◆ BRIEF: The records below are made of lines; count those holding the word "assume" and give the number only.

◆ DATA FOR PROCESSING:
========================

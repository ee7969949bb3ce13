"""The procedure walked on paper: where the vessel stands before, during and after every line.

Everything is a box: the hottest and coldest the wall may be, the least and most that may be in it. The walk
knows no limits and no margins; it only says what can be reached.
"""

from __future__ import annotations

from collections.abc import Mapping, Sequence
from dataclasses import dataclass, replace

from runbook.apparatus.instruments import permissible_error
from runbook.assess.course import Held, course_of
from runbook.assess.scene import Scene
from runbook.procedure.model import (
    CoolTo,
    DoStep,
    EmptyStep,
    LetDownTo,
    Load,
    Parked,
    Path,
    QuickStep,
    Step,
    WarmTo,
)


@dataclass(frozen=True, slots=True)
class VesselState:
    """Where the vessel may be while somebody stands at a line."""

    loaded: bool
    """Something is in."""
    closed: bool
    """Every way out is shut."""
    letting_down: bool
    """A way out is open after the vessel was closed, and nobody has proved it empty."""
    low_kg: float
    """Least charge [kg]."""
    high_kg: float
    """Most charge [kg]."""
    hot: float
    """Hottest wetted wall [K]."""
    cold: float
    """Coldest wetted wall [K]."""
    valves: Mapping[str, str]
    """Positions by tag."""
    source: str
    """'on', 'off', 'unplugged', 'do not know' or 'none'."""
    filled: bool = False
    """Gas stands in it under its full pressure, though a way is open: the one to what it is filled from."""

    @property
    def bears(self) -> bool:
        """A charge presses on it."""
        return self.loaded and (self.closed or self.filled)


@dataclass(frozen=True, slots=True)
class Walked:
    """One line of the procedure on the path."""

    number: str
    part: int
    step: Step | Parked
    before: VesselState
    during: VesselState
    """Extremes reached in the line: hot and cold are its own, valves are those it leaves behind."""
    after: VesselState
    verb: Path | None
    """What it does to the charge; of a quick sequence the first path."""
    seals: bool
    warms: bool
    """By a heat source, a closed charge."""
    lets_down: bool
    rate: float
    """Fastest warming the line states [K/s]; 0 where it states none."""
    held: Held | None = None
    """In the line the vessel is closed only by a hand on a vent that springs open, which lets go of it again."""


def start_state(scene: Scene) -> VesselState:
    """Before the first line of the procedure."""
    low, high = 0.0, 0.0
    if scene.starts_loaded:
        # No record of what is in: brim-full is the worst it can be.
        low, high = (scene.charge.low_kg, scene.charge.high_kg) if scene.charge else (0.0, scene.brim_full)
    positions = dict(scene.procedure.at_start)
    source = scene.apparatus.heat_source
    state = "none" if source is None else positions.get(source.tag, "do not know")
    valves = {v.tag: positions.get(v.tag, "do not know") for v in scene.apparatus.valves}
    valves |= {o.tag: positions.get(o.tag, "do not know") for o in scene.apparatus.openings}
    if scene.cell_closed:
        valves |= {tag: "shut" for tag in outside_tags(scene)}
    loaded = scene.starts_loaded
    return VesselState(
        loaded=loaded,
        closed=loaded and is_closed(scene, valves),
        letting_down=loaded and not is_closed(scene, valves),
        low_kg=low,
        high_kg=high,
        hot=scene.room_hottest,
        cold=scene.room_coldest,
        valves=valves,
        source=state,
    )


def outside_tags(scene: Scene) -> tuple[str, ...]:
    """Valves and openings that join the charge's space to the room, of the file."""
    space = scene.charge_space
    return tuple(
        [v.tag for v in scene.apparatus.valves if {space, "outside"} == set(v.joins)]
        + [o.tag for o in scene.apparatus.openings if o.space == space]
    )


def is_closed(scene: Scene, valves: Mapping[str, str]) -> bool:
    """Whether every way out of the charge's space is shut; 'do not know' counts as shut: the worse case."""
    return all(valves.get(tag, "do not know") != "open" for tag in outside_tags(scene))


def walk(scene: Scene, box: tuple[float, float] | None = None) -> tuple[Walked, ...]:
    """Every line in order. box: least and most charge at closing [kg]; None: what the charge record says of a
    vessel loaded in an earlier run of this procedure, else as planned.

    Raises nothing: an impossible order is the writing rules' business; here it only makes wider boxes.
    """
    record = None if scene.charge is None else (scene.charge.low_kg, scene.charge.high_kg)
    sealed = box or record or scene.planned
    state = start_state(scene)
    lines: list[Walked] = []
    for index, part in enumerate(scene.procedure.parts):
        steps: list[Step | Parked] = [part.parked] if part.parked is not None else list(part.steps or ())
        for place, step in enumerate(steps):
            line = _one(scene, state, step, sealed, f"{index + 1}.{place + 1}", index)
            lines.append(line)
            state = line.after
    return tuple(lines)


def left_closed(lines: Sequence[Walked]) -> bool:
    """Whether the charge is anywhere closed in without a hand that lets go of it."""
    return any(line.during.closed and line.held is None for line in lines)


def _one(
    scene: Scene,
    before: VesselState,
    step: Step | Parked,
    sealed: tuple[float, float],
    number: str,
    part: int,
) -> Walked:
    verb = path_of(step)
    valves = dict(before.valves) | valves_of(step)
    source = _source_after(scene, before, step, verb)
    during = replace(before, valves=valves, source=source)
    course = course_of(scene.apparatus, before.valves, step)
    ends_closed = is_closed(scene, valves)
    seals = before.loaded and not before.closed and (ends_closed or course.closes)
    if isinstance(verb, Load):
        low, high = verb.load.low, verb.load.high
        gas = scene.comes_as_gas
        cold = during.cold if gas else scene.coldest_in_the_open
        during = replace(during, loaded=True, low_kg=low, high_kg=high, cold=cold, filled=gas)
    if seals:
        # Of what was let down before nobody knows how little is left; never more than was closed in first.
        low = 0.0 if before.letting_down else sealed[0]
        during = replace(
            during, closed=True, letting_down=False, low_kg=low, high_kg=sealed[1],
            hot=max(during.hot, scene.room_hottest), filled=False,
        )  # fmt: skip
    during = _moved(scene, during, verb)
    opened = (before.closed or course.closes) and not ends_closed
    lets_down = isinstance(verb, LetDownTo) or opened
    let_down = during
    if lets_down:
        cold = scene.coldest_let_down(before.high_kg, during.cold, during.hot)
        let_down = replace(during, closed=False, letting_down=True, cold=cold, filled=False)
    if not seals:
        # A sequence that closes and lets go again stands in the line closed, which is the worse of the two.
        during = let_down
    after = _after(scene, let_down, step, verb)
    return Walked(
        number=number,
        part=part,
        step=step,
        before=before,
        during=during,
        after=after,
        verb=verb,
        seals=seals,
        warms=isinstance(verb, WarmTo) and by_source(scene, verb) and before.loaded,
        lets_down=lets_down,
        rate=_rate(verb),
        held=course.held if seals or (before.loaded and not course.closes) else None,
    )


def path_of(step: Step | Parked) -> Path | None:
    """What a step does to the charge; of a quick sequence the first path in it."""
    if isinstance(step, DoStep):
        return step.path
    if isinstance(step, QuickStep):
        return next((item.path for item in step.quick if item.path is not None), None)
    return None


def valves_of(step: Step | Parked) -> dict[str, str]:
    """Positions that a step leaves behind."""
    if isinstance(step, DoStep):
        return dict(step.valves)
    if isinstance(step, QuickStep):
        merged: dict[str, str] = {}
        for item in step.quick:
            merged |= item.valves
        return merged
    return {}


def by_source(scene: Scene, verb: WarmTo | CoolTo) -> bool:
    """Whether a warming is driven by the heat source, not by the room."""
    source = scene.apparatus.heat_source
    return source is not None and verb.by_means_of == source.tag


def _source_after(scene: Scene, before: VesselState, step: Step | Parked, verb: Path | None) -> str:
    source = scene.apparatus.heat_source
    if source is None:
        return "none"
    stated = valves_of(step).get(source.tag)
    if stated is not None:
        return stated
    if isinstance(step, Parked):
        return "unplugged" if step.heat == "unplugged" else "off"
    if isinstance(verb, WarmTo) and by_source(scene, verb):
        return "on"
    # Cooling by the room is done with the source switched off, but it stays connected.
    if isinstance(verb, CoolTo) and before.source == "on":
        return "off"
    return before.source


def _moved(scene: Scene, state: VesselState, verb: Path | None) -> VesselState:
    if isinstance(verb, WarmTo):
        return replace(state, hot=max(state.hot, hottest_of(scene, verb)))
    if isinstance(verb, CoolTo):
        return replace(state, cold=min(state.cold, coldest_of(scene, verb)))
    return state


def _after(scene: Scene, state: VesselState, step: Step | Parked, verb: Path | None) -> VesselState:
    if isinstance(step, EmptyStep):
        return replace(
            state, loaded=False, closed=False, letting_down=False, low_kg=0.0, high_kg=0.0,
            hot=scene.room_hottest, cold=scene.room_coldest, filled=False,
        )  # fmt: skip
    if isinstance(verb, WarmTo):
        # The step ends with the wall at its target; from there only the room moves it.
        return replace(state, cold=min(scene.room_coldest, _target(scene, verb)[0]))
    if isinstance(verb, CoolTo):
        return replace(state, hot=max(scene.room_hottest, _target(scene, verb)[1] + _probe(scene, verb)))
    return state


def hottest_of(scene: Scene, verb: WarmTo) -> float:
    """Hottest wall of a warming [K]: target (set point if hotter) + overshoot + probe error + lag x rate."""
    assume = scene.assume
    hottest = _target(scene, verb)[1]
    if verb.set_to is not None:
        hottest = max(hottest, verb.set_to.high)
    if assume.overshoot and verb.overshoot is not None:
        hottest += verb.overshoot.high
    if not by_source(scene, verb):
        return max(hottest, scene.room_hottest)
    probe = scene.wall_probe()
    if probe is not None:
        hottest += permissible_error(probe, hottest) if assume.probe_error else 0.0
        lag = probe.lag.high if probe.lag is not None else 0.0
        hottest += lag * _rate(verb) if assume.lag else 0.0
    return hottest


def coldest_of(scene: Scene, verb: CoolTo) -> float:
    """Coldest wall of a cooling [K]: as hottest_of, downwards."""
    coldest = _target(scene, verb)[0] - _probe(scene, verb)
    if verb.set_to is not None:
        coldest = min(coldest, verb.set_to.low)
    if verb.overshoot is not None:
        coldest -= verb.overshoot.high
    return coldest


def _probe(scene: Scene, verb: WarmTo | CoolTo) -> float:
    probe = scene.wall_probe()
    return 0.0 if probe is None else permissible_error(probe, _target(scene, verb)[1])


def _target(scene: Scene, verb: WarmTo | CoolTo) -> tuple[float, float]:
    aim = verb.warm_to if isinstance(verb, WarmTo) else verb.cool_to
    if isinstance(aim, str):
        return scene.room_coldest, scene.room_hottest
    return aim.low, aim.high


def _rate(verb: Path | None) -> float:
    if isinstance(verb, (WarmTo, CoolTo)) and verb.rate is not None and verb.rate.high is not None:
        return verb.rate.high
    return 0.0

========================

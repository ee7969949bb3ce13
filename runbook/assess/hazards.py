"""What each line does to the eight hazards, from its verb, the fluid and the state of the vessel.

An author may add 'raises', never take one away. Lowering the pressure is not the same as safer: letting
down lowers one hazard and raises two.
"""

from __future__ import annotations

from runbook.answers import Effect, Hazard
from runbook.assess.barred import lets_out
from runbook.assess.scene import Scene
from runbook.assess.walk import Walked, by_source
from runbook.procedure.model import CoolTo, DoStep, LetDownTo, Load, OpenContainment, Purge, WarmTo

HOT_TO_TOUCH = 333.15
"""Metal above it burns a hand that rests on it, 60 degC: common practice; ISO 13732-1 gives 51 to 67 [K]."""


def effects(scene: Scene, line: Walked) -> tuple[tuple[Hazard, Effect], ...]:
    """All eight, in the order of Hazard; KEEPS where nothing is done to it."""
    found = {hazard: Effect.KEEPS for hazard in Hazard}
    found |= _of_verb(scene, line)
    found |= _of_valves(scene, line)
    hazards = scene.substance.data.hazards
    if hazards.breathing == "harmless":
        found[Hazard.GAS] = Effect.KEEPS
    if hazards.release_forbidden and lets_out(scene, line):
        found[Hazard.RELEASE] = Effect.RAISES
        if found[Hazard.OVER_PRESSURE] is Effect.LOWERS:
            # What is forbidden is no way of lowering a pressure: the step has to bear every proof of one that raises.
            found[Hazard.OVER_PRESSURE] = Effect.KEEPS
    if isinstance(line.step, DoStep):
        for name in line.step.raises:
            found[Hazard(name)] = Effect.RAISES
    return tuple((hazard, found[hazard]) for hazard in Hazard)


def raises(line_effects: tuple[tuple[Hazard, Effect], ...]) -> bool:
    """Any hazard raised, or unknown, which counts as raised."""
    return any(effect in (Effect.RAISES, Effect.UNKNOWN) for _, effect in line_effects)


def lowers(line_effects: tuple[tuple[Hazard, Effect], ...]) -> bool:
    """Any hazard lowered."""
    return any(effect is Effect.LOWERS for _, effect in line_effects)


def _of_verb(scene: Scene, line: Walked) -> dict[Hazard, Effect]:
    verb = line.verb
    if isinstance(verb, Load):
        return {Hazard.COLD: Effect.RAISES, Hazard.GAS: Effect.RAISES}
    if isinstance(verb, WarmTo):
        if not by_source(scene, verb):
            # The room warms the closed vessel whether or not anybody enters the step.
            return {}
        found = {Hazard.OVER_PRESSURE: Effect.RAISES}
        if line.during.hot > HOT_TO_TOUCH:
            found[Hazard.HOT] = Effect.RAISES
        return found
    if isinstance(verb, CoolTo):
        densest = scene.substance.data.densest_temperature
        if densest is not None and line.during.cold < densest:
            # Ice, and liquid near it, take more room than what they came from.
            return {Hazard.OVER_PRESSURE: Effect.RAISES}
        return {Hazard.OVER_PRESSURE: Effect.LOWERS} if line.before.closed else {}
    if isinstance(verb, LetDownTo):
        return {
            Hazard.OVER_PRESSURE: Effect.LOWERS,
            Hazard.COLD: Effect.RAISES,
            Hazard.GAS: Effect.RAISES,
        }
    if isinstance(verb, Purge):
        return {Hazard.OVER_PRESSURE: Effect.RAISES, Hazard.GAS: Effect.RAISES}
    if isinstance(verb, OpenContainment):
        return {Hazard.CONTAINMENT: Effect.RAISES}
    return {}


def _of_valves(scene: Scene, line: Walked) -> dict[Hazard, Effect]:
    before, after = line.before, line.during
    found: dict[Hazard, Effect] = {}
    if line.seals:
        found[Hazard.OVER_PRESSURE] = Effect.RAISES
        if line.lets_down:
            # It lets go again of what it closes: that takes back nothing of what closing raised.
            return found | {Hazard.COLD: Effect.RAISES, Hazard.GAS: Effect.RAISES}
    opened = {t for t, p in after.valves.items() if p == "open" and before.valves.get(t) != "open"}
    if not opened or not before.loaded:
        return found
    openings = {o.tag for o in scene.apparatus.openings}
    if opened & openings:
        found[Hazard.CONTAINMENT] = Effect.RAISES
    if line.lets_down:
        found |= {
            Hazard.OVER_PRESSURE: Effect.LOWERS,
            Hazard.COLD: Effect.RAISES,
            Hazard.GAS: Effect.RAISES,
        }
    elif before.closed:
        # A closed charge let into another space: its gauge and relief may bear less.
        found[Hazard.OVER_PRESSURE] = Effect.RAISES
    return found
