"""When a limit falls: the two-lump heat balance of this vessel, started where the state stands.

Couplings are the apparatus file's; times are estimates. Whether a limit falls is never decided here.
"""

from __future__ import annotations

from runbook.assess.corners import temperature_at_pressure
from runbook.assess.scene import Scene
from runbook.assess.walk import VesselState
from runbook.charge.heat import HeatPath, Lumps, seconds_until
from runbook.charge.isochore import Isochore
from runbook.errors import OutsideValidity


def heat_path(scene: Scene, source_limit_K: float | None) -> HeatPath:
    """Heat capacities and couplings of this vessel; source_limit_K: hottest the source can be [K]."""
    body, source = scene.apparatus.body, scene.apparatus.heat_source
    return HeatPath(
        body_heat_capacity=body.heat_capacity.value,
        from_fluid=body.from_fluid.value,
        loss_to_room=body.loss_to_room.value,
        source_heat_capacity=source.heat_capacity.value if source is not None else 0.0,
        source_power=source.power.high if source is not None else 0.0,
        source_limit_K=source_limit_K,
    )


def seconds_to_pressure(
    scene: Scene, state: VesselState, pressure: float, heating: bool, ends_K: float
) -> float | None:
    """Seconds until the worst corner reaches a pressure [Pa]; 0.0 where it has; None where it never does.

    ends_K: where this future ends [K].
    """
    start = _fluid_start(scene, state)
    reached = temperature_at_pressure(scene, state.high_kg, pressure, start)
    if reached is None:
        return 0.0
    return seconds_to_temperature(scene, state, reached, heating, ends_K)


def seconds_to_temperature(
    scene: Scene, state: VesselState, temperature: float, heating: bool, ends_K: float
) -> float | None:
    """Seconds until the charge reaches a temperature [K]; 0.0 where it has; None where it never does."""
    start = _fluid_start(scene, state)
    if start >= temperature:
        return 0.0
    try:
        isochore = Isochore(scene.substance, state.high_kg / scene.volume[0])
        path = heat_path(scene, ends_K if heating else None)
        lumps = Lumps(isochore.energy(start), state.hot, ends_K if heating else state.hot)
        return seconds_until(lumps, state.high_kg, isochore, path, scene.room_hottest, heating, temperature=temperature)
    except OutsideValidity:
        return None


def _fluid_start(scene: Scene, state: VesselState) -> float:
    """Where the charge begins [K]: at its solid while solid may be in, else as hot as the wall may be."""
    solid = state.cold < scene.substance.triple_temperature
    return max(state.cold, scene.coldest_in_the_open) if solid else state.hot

========================

◆ OUTPUT FOR THIS TASK: 4